「呵……」他扯出一个笑,「所以,你还觉得和你没有关系?尹澜澈,从法律角度来说,你,」他轻轻在我耳边吹了口气,「可是我老婆啊。」
我猛地将头转开,「廖凡,你明明知道这是你们两个的事,我根本和你没有任何关系!」
我使出全力想摆脱他,他却一下子将我领口扯开,右手掐着我裸露的肩膀,「怎么没关系?卢清清跑了,你不还在这里吗?你不是最擅长扮她吗?」
「过去一年,你不是都在帮她陪陆湛睡吗?反正都是演她,你是她的好妹妹,陪他睡陪我睡,有什么区别?」
「廖凡,」我的力气根本挣不开他,全身都在抖,「求求你了,你醉了,廖凡我求你放开我好不好?」
「你不愿意?」他喃喃道,突然又猛地掐住我的肩膀,「为什么不愿意?啊?因为我没有陆湛有钱是吗?他有钱你就可以陪他睡一年,我没钱你就不愿意?」
他一下子将我扔在地上,看着自己颤抖的右手,颤着声道:「你个没良心的婊子,我的右手不是为了保护你才被人弄残的吗?你怎么能跑了?你怎么能跑了!」
我跪倒在地,玻璃碴扎进了手心。
我痛苦得倒吸了口气,「廖凡,你,你看清楚,我不是卢清清。」
「不是吗?」他懵懵懂懂地看着我,突然又跪倒在地,抱住我道,「阿清……阿清……我错了,我错了,我不应该喝酒,不应该发脾气,我就是因为不能画画太难过了,我错了阿清,我再也不会这样对你了,原谅我这一次吧,好吗?这真的是最后一次了。」
我泪流满面,任他抱着我,在我身侧缓缓滑落。
他醉倒了。
我轻轻推开他,忍着手心的痛,找到手机,颤着手指打电话给卢清清。
电话前两次都被掐断了,第三次终于接通,我还没说话,她生气的声音已经传来,「你怎么回事?不是说不要主动联系我……」
「廖凡来了。」我说。
电话那头突然陷入了沉默。
「你和他用我的身份结了婚,你为什么不告诉我……」
「清清?」陆湛的声音通过电话传了过来,「帮我拿一条领带过来。」
我愣了愣。
「我今晚没法和你多说,」卢清清小声,「我马上要和阿湛去个慈善晚会,你想办法先稳住他,明天我会联系你。」
「等……」我话音未落,嘟嘟嘟的忙音已经传了过来。
手心的血一滴一滴地落在地上,我仰起头,擦干泪,穿上衣服,去楼下药店买了碘附和棉棒。
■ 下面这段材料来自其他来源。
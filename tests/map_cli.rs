//! `ribbonmap map` from the command line: JSON contract fields (docs/json-output.md),
//! written netlists, and exit code 2 on bad input.

mod cache_support;

use assert_cmd::Command;

fn ribbonmap() -> Command {
    let mut cmd = Command::cargo_bin("ribbonmap").unwrap();
    cmd.env("RIBBONMAP_CACHE_DIR", cache_support::dir());
    cmd
}

#[test]
fn json_report_has_the_contract_fields() {
    contract_fields_and_hand_count("ribbon3", "ribbon3");
}

#[test]
fn the_library_file_of_ribbon3_reaches_the_hand_counted_adder_too() {
    // The built-in ribbon3 loaded from its file (beside its tables).
    contract_fields_and_hand_count("libraries/ribbon3.json", "ribbon3");
}

/// Maps the 8-bit ripple-carry adder on `lib` (named `name`, with
/// ribbon3's cells and areas) under the area goal and checks the JSON
/// contract fields and the hand count.
fn contract_fields_and_hand_count(lib: &str, name: &str) {
    let dir = tempfile::tempdir().unwrap();
    let out = dir.path().join("rca8.v");
    let output = ribbonmap()
        .args([
            "map",
            "tests/data/reference/netlists/arith/rca8_flat.blif",
            "--lib",
            lib,
            "--goal",
            "area",
            "--format",
            "json",
            "-o",
        ])
        .arg(&out)
        .output()
        .unwrap();
    assert!(
        output.status.success(),
        "{}",
        String::from_utf8_lossy(&output.stderr)
    );
    let v: serde_json::Value = serde_json::from_slice(&output.stdout).unwrap();
    for field in [
        "design",
        "library",
        "goal",
        "cells",
        "cell_count",
        "area",
        "depth",
        "delay",
        "devices",
        "verified",
        "seconds",
    ] {
        assert!(v.get(field).is_some(), "missing {field}");
    }
    assert_eq!(v["library"], name);
    assert_eq!(v["goal"], "area");
    // `--verify full` is the default: the report must say the mapping was proven.
    assert_eq!(v["verified"], "proven");
    // 8-bit ripple-carry adder (ariths-gen, via PROVENANCE.md), by hand:
    // a half adder at bit 0 (xor2 + and2) and seven full adders (xor3 +
    // maj3 each, ribbon3's sum and carry cells): 16 cells, area
    // 72 + 60 + 7 * (120 + 110) = 1742 nm2 (libraries/ribbon3.json).
    assert_eq!(v["cell_count"], 16);
    assert_eq!(
        v["cells"],
        serde_json::json!({"and2": 1, "xor2": 1, "maj3": 7, "xor3": 7}),
        "{v}"
    );
    assert_eq!(v["area"], 1742.0);
    assert_eq!(v["units"]["area"], "nm2");
    // The written netlist holds the same instances.
    let text = std::fs::read_to_string(&out).unwrap();
    for (cell, n) in [("and2", 1), ("xor2", 1), ("maj3", 7), ("xor3", 7)] {
        let found = text
            .lines()
            .filter(|l| l.trim_start().starts_with(&format!("{cell} ")))
            .count();
        assert_eq!(found, n, "{cell} instances in\n{text}");
    }
}

#[test]
fn missing_file_exits_2() {
    ribbonmap()
        .args(["map", "no/such/file.blif"])
        .assert()
        .code(2);
}

#[test]
fn bad_cut_size_exits_2() {
    ribbonmap()
        .args([
            "map",
            "tests/data/reference/netlists/arith/rca8_flat.blif",
            "--cut-size",
            "9",
        ])
        .assert()
        .code(2);
}
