//! Bad device data: every case ends `ribbonmap characterize` with exit code
//! 2 and one `error: FILE:LINE:COL: ...` line naming the file and line at
//! fault (docs/exit-codes.md). The kits and tables are written by
//! each test into a temporary folder.

use assert_cmd::Command;
use std::path::Path;

/// A good inverter: conducting 10 µS, blocking 0.1 µS on a 3-point grid.
const INV_UP: &str = "a,g[uS]\n0,10\n0.1,1\n0.2,0.1\n";
const INV_DOWN: &str = "a,g[uS]\n0,0.1\n0.1,1\n0.2,10\n";

fn kit_text(function: &str, inputs: &str, up: &str, down: &str) -> String {
    format!(
        "{{\n  \"format\": \"ribbonmap-devices/1\",\n  \"name\": \"t\",\n  \"supply_v\": 0.2,\n  \"gate_capacitance_af\": 30,\n  \"cells\": [\n    {{\"name\": \"c\", \"inputs\": {inputs}, {function}\"pull_up\": \"{up}\", \"pull_down\": \"{down}\", \"area\": 1}}\n  ]\n}}\n"
    )
}

/// Writes the kit and the tables, runs characterize, and returns stderr
/// after checking exit code 2 and a single error line.
fn characterize_fails(kit: &str, tables: &[(&str, &str)]) -> (String, std::path::PathBuf) {
    let dir = tempfile::tempdir().unwrap();
    for (name, text) in tables {
        std::fs::write(dir.path().join(name), text).unwrap();
    }
    let kit_path = dir.path().join("kit.json");
    std::fs::write(&kit_path, kit).unwrap();
    let out = Command::cargo_bin("ribbonmap")
        .unwrap()
        .arg("characterize")
        .arg(&kit_path)
        .arg("-o")
        .arg(dir.path().join("lib.json"))
        .env("RIBBONMAP_CACHE_DIR", dir.path())
        .output()
        .unwrap();
    let stderr = String::from_utf8_lossy(&out.stderr).to_string();
    assert_eq!(out.status.code(), Some(2), "stderr: {stderr}");
    assert_eq!(stderr.lines().count(), 1, "one line: {stderr}");
    assert!(stderr.starts_with("error: "), "{stderr}");
    assert!(
        !dir.path().join("lib.json").exists(),
        "no library on failure"
    );
    let path = dir.keep();
    (stderr, path)
}

fn expect(stderr: &str, file: &Path, line: u32, words: &str) {
    let at = format!("{}:{line}:", file.display());
    assert!(stderr.contains(&at), "expected '{at}' in: {stderr}");
    assert!(stderr.contains(words), "expected '{words}' in: {stderr}");
}

fn one_table_case(up: &str, line: u32, words: &str) {
    let kit = kit_text("", "[\"a\"]", "up.csv", "down.csv");
    let (stderr, dir) = characterize_fails(&kit, &[("up.csv", up), ("down.csv", INV_DOWN)]);
    expect(&stderr, &dir.join("up.csv"), line, words);
}

#[test]
fn ragged_row() {
    one_table_case("a,g[uS]\n0,10\n0.1,1,7\n0.2,0.1\n", 3, "3 fields");
}

#[test]
fn non_regular_grid() {
    one_table_case(
        "a,b,g[uS]\n0,0,1\n0.2,0,1\n0,0.2,1\n",
        1,
        "not a regular grid",
    );
}

#[test]
fn missing_corner() {
    one_table_case("a,g[uS]\n0,10\n0.1,1\n", 1, "missing corner");
}

#[test]
fn negative_conductance() {
    one_table_case("a,g[uS]\n0,10\n0.1,-1\n0.2,0.1\n", 3, "negative");
}

#[test]
fn zero_conductance() {
    one_table_case("a,g[uS]\n0,10\n0.1,1\n0.2,0\n", 4, "conductance 0");
}

#[test]
fn non_numeric_conductance() {
    one_table_case(
        "a,g[uS]\n0,10\n0.1,ten\n0.2,0.1\n",
        3,
        "'ten' is not a number",
    );
}

#[test]
fn unknown_unit() {
    one_table_case(
        "a,g[kS]\n0,10\n0.1,1\n0.2,0.1\n",
        1,
        "unknown conductance unit 'kS'",
    );
}

#[test]
fn table_inputs_differ_from_the_cell() {
    one_table_case("x,g[uS]\n0,10\n0.1,1\n0.2,0.1\n", 1, "differ from cell 'c'");
}

#[test]
fn negative_value_in_a_json_table() {
    let up = "{\"format\": \"ribbonmap-conductance/1\", \"inputs\": [\"a\"], \"unit\": \"uS\",\n \"axes\": [[0, 0.2]],\n \"values\": [10, -0.1]}\n";
    let kit = kit_text("", "[\"a\"]", "up.json", "down.csv");
    let (stderr, dir) = characterize_fails(&kit, &[("up.json", up), ("down.csv", INV_DOWN)]);
    expect(&stderr, &dir.join("up.json"), 3, "negative");
}

/// A JSON pull-up table for the one-input cell, with the down table good.
fn json_case(up: &str, line: u32, words: &str) {
    let kit = kit_text("", "[\"a\"]", "up.json", "down.csv");
    let (stderr, dir) = characterize_fails(&kit, &[("up.json", up), ("down.csv", INV_DOWN)]);
    expect(&stderr, &dir.join("up.json"), line, words);
}

#[test]
fn json_table_with_too_few_values_is_not_a_regular_grid() {
    json_case(
        "{\"format\": \"ribbonmap-conductance/1\", \"inputs\": [\"a\"], \"unit\": \"uS\",\n \"axes\": [[0, 0.1, 0.2]],\n \"values\": [10, 0.1]}\n",
        3,
        "not a regular grid: 2 values",
    );
}

#[test]
fn json_axis_that_does_not_increase_is_not_a_regular_grid() {
    json_case(
        "{\"format\": \"ribbonmap-conductance/1\", \"inputs\": [\"a\"], \"unit\": \"uS\",\n \"axes\": [[0, 0.2, 0.1]],\n \"values\": [10, 1, 0.1]}\n",
        2,
        "does not increase",
    );
}

#[test]
fn json_table_missing_a_corner() {
    json_case(
        "{\"format\": \"ribbonmap-conductance/1\", \"inputs\": [\"a\"], \"unit\": \"uS\",\n \"axes\": [[0, 0.1]],\n \"values\": [10, 1]}\n",
        1,
        "missing corner",
    );
}

#[test]
fn json_table_with_an_unknown_unit() {
    json_case(
        "{\"format\": \"ribbonmap-conductance/1\", \"inputs\": [\"a\"],\n \"unit\": \"mho\",\n \"axes\": [[0, 0.2]],\n \"values\": [10, 0.1]}\n",
        2,
        "unknown conductance unit 'mho'",
    );
}

#[test]
fn json_table_with_a_non_numeric_value() {
    json_case(
        "{\"format\": \"ribbonmap-conductance/1\", \"inputs\": [\"a\"], \"unit\": \"uS\",\n \"axes\": [[0, 0.2]],\n \"values\": [10,\n \"low\"]}\n",
        4,
        "expected a conductance",
    );
}

#[test]
fn json_table_whose_inputs_differ_from_the_cell() {
    json_case(
        "{\"format\": \"ribbonmap-conductance/1\", \"inputs\": [\"x\"], \"unit\": \"uS\",\n \"axes\": [[0, 0.2]],\n \"values\": [10, 0.1]}\n",
        1,
        "differ from cell 'c'",
    );
}

#[test]
fn both_ribbons_conduct_named_with_the_static_current() {
    // Row a=1: Gu = 20 µS and Gd = 10 µS, both at or above their ribbons'
    // geometric middles; I = 0.2 V · 20 · 10 / 30 µS = 1333.3 nA.
    let up = "a,g[uS]\n0,10\n0.2,20\n";
    let kit = kit_text("", "[\"a\"]", "up.csv", "down.csv");
    let down = "a,g[uS]\n0,0.1\n0.2,10\n";
    let (stderr, dir) = characterize_fails(&kit, &[("up.csv", up), ("down.csv", down)]);
    expect(&stderr, &dir.join("kit.json"), 7, "both conduct on row a=1");
    assert!(stderr.contains("1333.3333 nA"), "{stderr}");
}

#[test]
fn output_between_the_logic_thresholds() {
    // Gu + Gd = 11 µS from 0.1 to 0.2 V with slopes ±90 µS/V: gain
    // 0.2·90/11 = 1.64 up to the end of the range, so VIH = 0.2 V and the
    // 1-output 0.2·10/11 = 0.1818 V lies between VIL and VIH.
    let up = "a,g[uS]\n0,10\n0.1,10\n0.2,1\n";
    let down = "a,g[uS]\n0,1\n0.1,1\n0.2,10\n";
    let kit = kit_text("", "[\"a\"]", "up.csv", "down.csv");
    let (stderr, dir) = characterize_fails(&kit, &[("up.csv", up), ("down.csv", down)]);
    expect(
        &stderr,
        &dir.join("kit.json"),
        7,
        "between the logic thresholds",
    );
    assert!(stderr.contains("a=0 gives 0.1818 V"), "{stderr}");
}

#[test]
fn derived_function_differs_from_the_declared_one() {
    let kit = kit_text("\"function\": \"a\", ", "[\"a\"]", "up.csv", "down.csv");
    let (stderr, dir) = characterize_fails(&kit, &[("up.csv", INV_UP), ("down.csv", INV_DOWN)]);
    expect(
        &stderr,
        &dir.join("kit.json"),
        7,
        "other than the declared \"a\"",
    );
    assert!(
        stderr.contains("a=0 gives") && stderr.contains("a=1 gives"),
        "{stderr}"
    );
}

#[test]
fn missing_table_file_names_the_kit_line() {
    let kit = kit_text("", "[\"a\"]", "nowhere.csv", "down.csv");
    let (stderr, dir) = characterize_fails(&kit, &[("down.csv", INV_DOWN)]);
    expect(&stderr, &dir.join("kit.json"), 7, "not found");
}

#[test]
fn unknown_kit_field() {
    let kit = kit_text("\"colour\": 1, ", "[\"a\"]", "up.csv", "down.csv");
    let (stderr, dir) = characterize_fails(&kit, &[("up.csv", INV_UP), ("down.csv", INV_DOWN)]);
    expect(&stderr, &dir.join("kit.json"), 7, "unknown field 'colour'");
}

#[test]
fn a_good_nand_characterises() {
    // NAND alone is functionally complete, so its library loads.
    let up = "a,b,g[uS]\n0,0,10\n0.2,0,10\n0,0.2,10\n0.2,0.2,0.1\n";
    let down = "a,b,g[uS]\n0,0,0.1\n0.2,0,0.1\n0,0.2,0.1\n0.2,0.2,10\n";
    let dir = tempfile::tempdir().unwrap();
    std::fs::write(dir.path().join("up.csv"), up).unwrap();
    std::fs::write(dir.path().join("down.csv"), down).unwrap();
    let kit = dir.path().join("kit.json");
    let text = kit_text(
        "\"function\": \"!(a & b)\", ",
        "[\"a\", \"b\"]",
        "up.csv",
        "down.csv",
    );
    std::fs::write(&kit, text).unwrap();
    Command::cargo_bin("ribbonmap")
        .unwrap()
        .arg("characterize")
        .arg(&kit)
        .arg("-o")
        .arg(dir.path().join("lib.json"))
        .env("RIBBONMAP_CACHE_DIR", dir.path())
        .assert()
        .success();
}

#[test]
fn an_incomplete_kit_is_bad_input() {
    let kit = kit_text("", "[\"a\"]", "up.csv", "down.csv");
    let (stderr, _) = characterize_fails(&kit, &[("up.csv", INV_UP), ("down.csv", INV_DOWN)]);
    assert!(stderr.contains("not functionally complete"), "{stderr}");
}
「姑娘,」卖药的是个大姐,「你这个最好还是去医院看看,可能得打破伤风啊。」
我点点头,「谢谢啊大姐。」
从医院回来,已经晚上十一点了。
廖凡就那么四仰八叉地躺在地上,打着呼噜,睡得很沉。
我想了想,还是从厨房拿了把刀,锁上厨房的门,就这么握着刀,靠着橱柜睡了。
不知过了多久,我听到厨房门把手拧动的声音。
我惊得一下子跳起来,发现外面天已经大亮。
「咔嚓!」门锁开了,我紧紧握着刀,警惕地看着门口。
廖凡打开门,进来,手上拿着个小铁丝。
「你别害怕。」他轻声说,「我没有恶意,只是怕你在里面出事。」
我依旧举着刀,没有放下。
「昨天我喝多了,真的很对不起。」他顿了顿,「我,我把外面都收拾好了,你不用怕,真的,我现在很清醒,不会对你做什么的。」
「你……知道我是谁吗?」
他点点头,默了下,「小澈。」
客厅真的已经被他打扫得干干净净了。
「对不起。」两人对坐在桌子两侧,他又一次道。
「廖凡,」我开口,「既然你现在都清醒了,那我们去把离婚办了吧。」
谁知他摇头,「不行。」
「为什么?」
「小澈。」他吸了吸鼻子,「我前一阵子喝多了住院,阿清她就是那时候偷偷走的,我出院后就一直在找她。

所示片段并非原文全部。